O que estará acontecendo?
Fui ler o livro de Tânia Zagury,
"Limites sem Trauma - Construindo Cidadãos" (174 páginas,
R$ 20), lançado pela editora Record com boa campanha publicitária. Segue o figurino de todo
manual de auto-ajuda: capítulos
curtos, apelos ao bom senso, fórmulas simples e repetidas à
exaustão.
"Premie o bom comportamento", diz a autora na página 109.

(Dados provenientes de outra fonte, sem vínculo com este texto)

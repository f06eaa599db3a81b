// The command as a person runs it: built, started in a folder of its own, judged by what it prints, what it writes and how it ends.

import { spawnSync } from "node:child_process"
import { mkdirSync, mkdtempSync, readFileSync, rmSync, writeFileSync } from "node:fs"
import { tmpdir } from "node:os"
import { join } from "node:path"
import { fileURLToPath } from "node:url"
import { afterAll, beforeAll, beforeEach, describe, expect, it } from "vitest"
import type { Json } from "../../../runtime/value.ts"
import { digest, readNotebook } from "../../../storage/file/index.ts"

const program = fileURLToPath(new URL("../../../ui/build/etamu.mjs", import.meta.url))
const base = mkdtempSync(join(tmpdir(), "etamu-command-"))
let folder = ""
let folders = 0

interface Ended {
  readonly code: number | null
  readonly out: string
  readonly complaints: string
}

function etamu(...words: readonly string[]): Ended {
  const { status, stdout, stderr } = spawnSync(process.execPath, [program, ...words], { cwd: folder, encoding: "utf8" })
  return { code: status, out: stdout, complaints: stderr }
}

const put = (name: string, text: string): void => writeFileSync(join(folder, name), text)
const get = (name: string): string => readFileSync(join(folder, name), "utf8")

interface Output {
  readonly notebook: string | null
  readonly findings: readonly { readonly [member: string]: Json }[]
}

// Deaths of an invented beetle, twenty at each of six doses.
const table = "dose,killed,n\n1,2,20\n2,3,20\n3,8,20\n4,12,20\n5,17,20\n6,19,20\n"
const cells = `note
# Beetles
---
data beetles
  from "beetles.csv"
---
model kill
  data beetles
  response killed out of n
  family binomial
  link logit
  predictor dose
`

beforeAll(() => {
  // The first run builds.
  folder = base
  expect(etamu("help").code).toBe(0)
}, 120_000)

beforeEach(() => {
  folders += 1
  folder = join(base, String(folders))
  mkdirSync(folder)
  put("beetles.csv", table)
  put("beetles.cells", cells)
})

afterAll(() => rmSync(base, { recursive: true, force: true }))

describe("etamu run", () => {
  it("prints one object with the members of the format, and ends with 0 where nothing is wrong", () => {
    const { code, out, complaints } = etamu("run", "beetles.cells", "--json")
    expect(complaints).toBe("")
    const output = JSON.parse(out) as Output
    expect(Object.keys(output).toSorted()).toEqual(["findings", "notebook"])
    expect(output.notebook).toBeNull()
    expect(output.findings.map(({ kind, name, status }) => [kind, name, status])).toEqual([
      ["note", null, "ready"],
      ["data", "beetles", "ready"],
      ["model", "kill", "ready"],
    ])
    for (const finding of output.findings) {
      expect(Object.keys(finding).toSorted()).toEqual(["cell", "key", "kind", "name", "notices", "status", "summary"])
      expect(finding["key"]).toMatch(/^[0-9a-f]{64}$/)
    }
    expect(output.findings[2]?.["summary"]).toMatchObject({ n: 6, rank: 2, family: "binomial", link: "logit" })
    expect(code).toBe(0)
  })

  it("gives the same object again, byte for byte", () => {
    expect(etamu("run", "beetles.cells", "--json").out).toBe(etamu("run", "beetles.cells", "--json").out)
  })

  it("prints for people what the blocks say, no statement and no stars", () => {
    const { code, out } = etamu("run", "beetles.cells")
    expect(out).toMatch(/^beetles\n\nnote\n {2}# Beetles\n\ndata beetles\n/)
    expect(out).toMatch(/intercept +−?\d/)
    expect(out).not.toContain("response killed out of n")
    expect(out).not.toMatch(/\d\s*\*/)
    expect(code).toBe(0)
  })

  it("names the clause a notice stands in, and none at the heading", () => {
    put("beetles.cells", cells.replace("  link logit\n", ""))
    const { findings } = JSON.parse(etamu("run", "beetles.cells", "--json").out) as Output
    const noticeOf = (name: string): unknown => ((findings.find((finding) => finding["name"] === name)?.["notices"] ?? []) as Json[])[0]
    expect(noticeOf("beetles")).toMatchObject({ code: "data/types-proposed", clause: "from", line: 2, column: 8 })
    expect(noticeOf("kill")).toMatchObject({ code: "model/link-not-chosen", clause: null, line: 1, column: 1 })
  })

  it("says line and column of a fault, who waits for it, and ends with 1", () => {
    put("beetles.cells", cells.replace("link logit", "link lgit").concat("---\nscales\n  model kill\n  across dose\n"))
    const { code, out } = etamu("run", "beetles.cells", "--json")
    const { findings } = JSON.parse(out) as Output
    expect(findings.map(({ status }) => status)).toEqual(["ready", "ready", "fault", "waiting"])
    const [notice] = (findings[2]?.["notices"] ?? []) as readonly { readonly [member: string]: Json }[]
    expect(Object.keys(notice ?? {}).toSorted()).toEqual(["clause", "code", "column", "hint", "level", "line", "text"])
    expect(notice).toMatchObject({ level: "fault", clause: "link", line: 5, column: 8 })
    expect(code).toBe(1)
    const text = etamu("run", "beetles.cells").out
    expect(text).toContain("fault in model kill, line 5, column 8 (line 11 of the file):")
    expect(text).toContain("scales: waits for kill")
  })

  it("says which file is not beside the cells", () => {
    put("beetles.cells", cells.replace("beetles.csv", "beetle.csv"))
    const { code, out } = etamu("run", "beetles.cells")
    expect(out).toContain("beetle.csv")
    expect(code).toBe(1)
  })

  it("does not read what does not lie with the cells", () => {
    writeFileSync(join(base, "elsewhere.csv"), table)
    put("beetles.cells", cells.replace("beetles.csv", "../elsewhere.csv"))
    const { code, complaints } = etamu("run", "beetles.cells")
    expect(complaints).toContain("../elsewhere.csv does not lie with the notebook")
    expect(code).toBe(1)
  })

  it("ends with 2 for misuse, with the usage beside it and nothing printed", () => {
    for (const words of [[], ["fit"], ["run"], ["run", "beetles.cells", "--stars"], ["run", "nothing.cells"], ["pack", "beetles.cells"]]) {
      const { code, out, complaints } = etamu(...words)
      expect([words, code, out]).toEqual([words, 2, ""])
      expect(complaints).not.toBe("")
    }
  })

  it("ends with 1 for a notebook that was cut short, and goes on with what is there", () => {
    etamu("pack", "beetles.cells", "-o", "beetles.etamu")
    const file = get("beetles.etamu")
    put("beetles.etamu", file.slice(0, file.indexOf("response")))
    const { code, out, complaints } = etamu("run", "beetles.etamu", "--json")
    expect((JSON.parse(out) as Output).findings).toHaveLength(2)
    expect(complaints).toContain("The file was cut short in line 4.")
    expect(code).toBe(1)
  })

  it("ends with 1 for cells that are not UTF-8, in one sentence", () => {
    writeFileSync(join(folder, "latin.cells"), Buffer.from("note\ncaf\xe9\n", "latin1"))
    const { code, out, complaints } = etamu("run", "latin.cells")
    expect([code, out]).toEqual([1, ""])
    expect(complaints).toBe("latin.cells: The file is not valid UTF-8, so it is not read. Save it as UTF-8 text.\n")
  })

  it("ends with 1 for a file that is no notebook, in one sentence", () => {
    put("other.etamu", "a,b\n1,2\n")
    const { code, out, complaints } = etamu("run", "other.etamu", "--json")
    expect([code, out]).toEqual([1, ""])
    expect(complaints).toBe("other.etamu: This file is not a notebook of Etamu. A notebook file begins with a record of the type etamu.\n")
  })
})

describe("etamu pack and unpack", () => {
  it("make a sealed notebook with its enclosures inside, and the same files again", async () => {
    expect(etamu("pack", "beetles.cells", "-o", "beetles.etamu")).toEqual({ code: 0, out: "", complaints: "" })
    const opened = await readNotebook(new Blob([get("beetles.etamu")]))
    expect(opened.notices).toEqual([])
    expect(opened.standing).toEqual({ status: "sealed" })
    expect(opened.kept?.notebook).toMatchObject({
      title: "beetles",
      enclosures: [{ name: "beetles.csv", media: "text/csv", size: table.length, sha256: digest(table) }],
    })
    expect(opened.kept?.trail.map(({ kind }) => kind)).toEqual(["start"])

    expect(etamu("unpack", "beetles.etamu", "-o", "there")).toEqual({ code: 0, out: "", complaints: "" })
    expect(get("there/beetles.cells")).toBe(cells)
    expect(get("there/beetles.csv")).toBe(table)
  })

  it("give a notebook that finds the same without the file beside it", () => {
    etamu("pack", "beetles.cells", "-o", "beetles.etamu")
    rmSync(join(folder, "beetles.csv"))
    const packed = JSON.parse(etamu("run", "beetles.etamu", "--json").out) as Output
    expect(packed.notebook).toMatch(/^[0-9a-f-]{36}$/)
    put("beetles.csv", table)
    const plain = JSON.parse(etamu("run", "beetles.cells", "--json").out) as Output
    expect(packed.findings).toEqual(plain.findings)
  })

  it("say what is not beside the cells, and write the notebook without it", () => {
    rmSync(join(folder, "beetles.csv"))
    const { code, complaints } = etamu("pack", "beetles.cells", "-o", "beetles.etamu")
    expect(complaints).toBe("The file beetles.csv is not beside beetles.cells, so it is not enclosed.\n")
    expect(code).toBe(1)
    // It is looked for beside the notebook then.
    put("beetles.csv", table)
    expect(etamu("run", "beetles.etamu").code).toBe(0)
  })

  it("write over nothing that holds something else", () => {
    etamu("pack", "beetles.cells", "-o", "beetles.etamu")
    expect(etamu("unpack", "beetles.etamu").code).toBe(0)
    put("beetles.csv", "mine")
    const { code, complaints } = etamu("unpack", "beetles.etamu")
    expect(code).toBe(1)
    expect(complaints).toContain("beetles.csv is there already and holds something else.")
    expect(get("beetles.csv")).toBe("mine")
  })

  it("do not use an enclosure that was altered, and name it", () => {
    etamu("pack", "beetles.cells", "-o", "beetles.etamu")
    put("beetles.etamu", get("beetles.etamu").replace("1,2,20", "1,3,20"))
    rmSync(join(folder, "beetles.csv"))
    const { code, complaints } = etamu("run", "beetles.etamu")
    expect(complaints).toContain("The bytes of the enclosure beetles.csv are not those it was sealed with")
    expect(code).toBe(1)
    // The file it came from still has the SHA-256 that the notebook states; another has not.
    put("beetles.csv", table)
    expect(etamu("run", "beetles.etamu").code).toBe(0)
    put("beetles.csv", table.replace("1,2,20", "1,3,20"))
    expect(etamu("run", "beetles.etamu").complaints).toContain("its SHA-256 differs, so it is not used")
  })

  it("write no enclosure outside the folder", async () => {
    etamu("pack", "beetles.cells", "-o", "beetles.etamu")
    put("evil.etamu", get("beetles.etamu").replace('"name":"beetles.csv"', '"name":"../beetles.csv"'))
    const { code, complaints } = etamu("unpack", "evil.etamu", "-o", "there")
    expect(code).toBe(1)
    expect(complaints).toContain('The enclosure "../beetles.csv" has no name a file could have here')
    expect(get("beetles.csv")).toBe(table)
  })
})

"Uma palavra, um sorriso, um
beijo e, eventualmente -por que
não?- um delicioso sorvete ou
uma revistinha... " O conselho se
repete na página 123: "Premie a
boa conduta. Sempre funciona
incentivar a conduta adequada,
porque predispõe a uma melhor
aceitação dos momentos em que
for necessário criticar uma atitude".
Não se dizia o contrário na página 66: "Premiar é sempre melhor do que castigar". Nem na página 59: "Sempre que a criança tiver atitudes corretas, devemos
ressaltar esse fato".
O uso da repetição parece corresponder a várias necessidades.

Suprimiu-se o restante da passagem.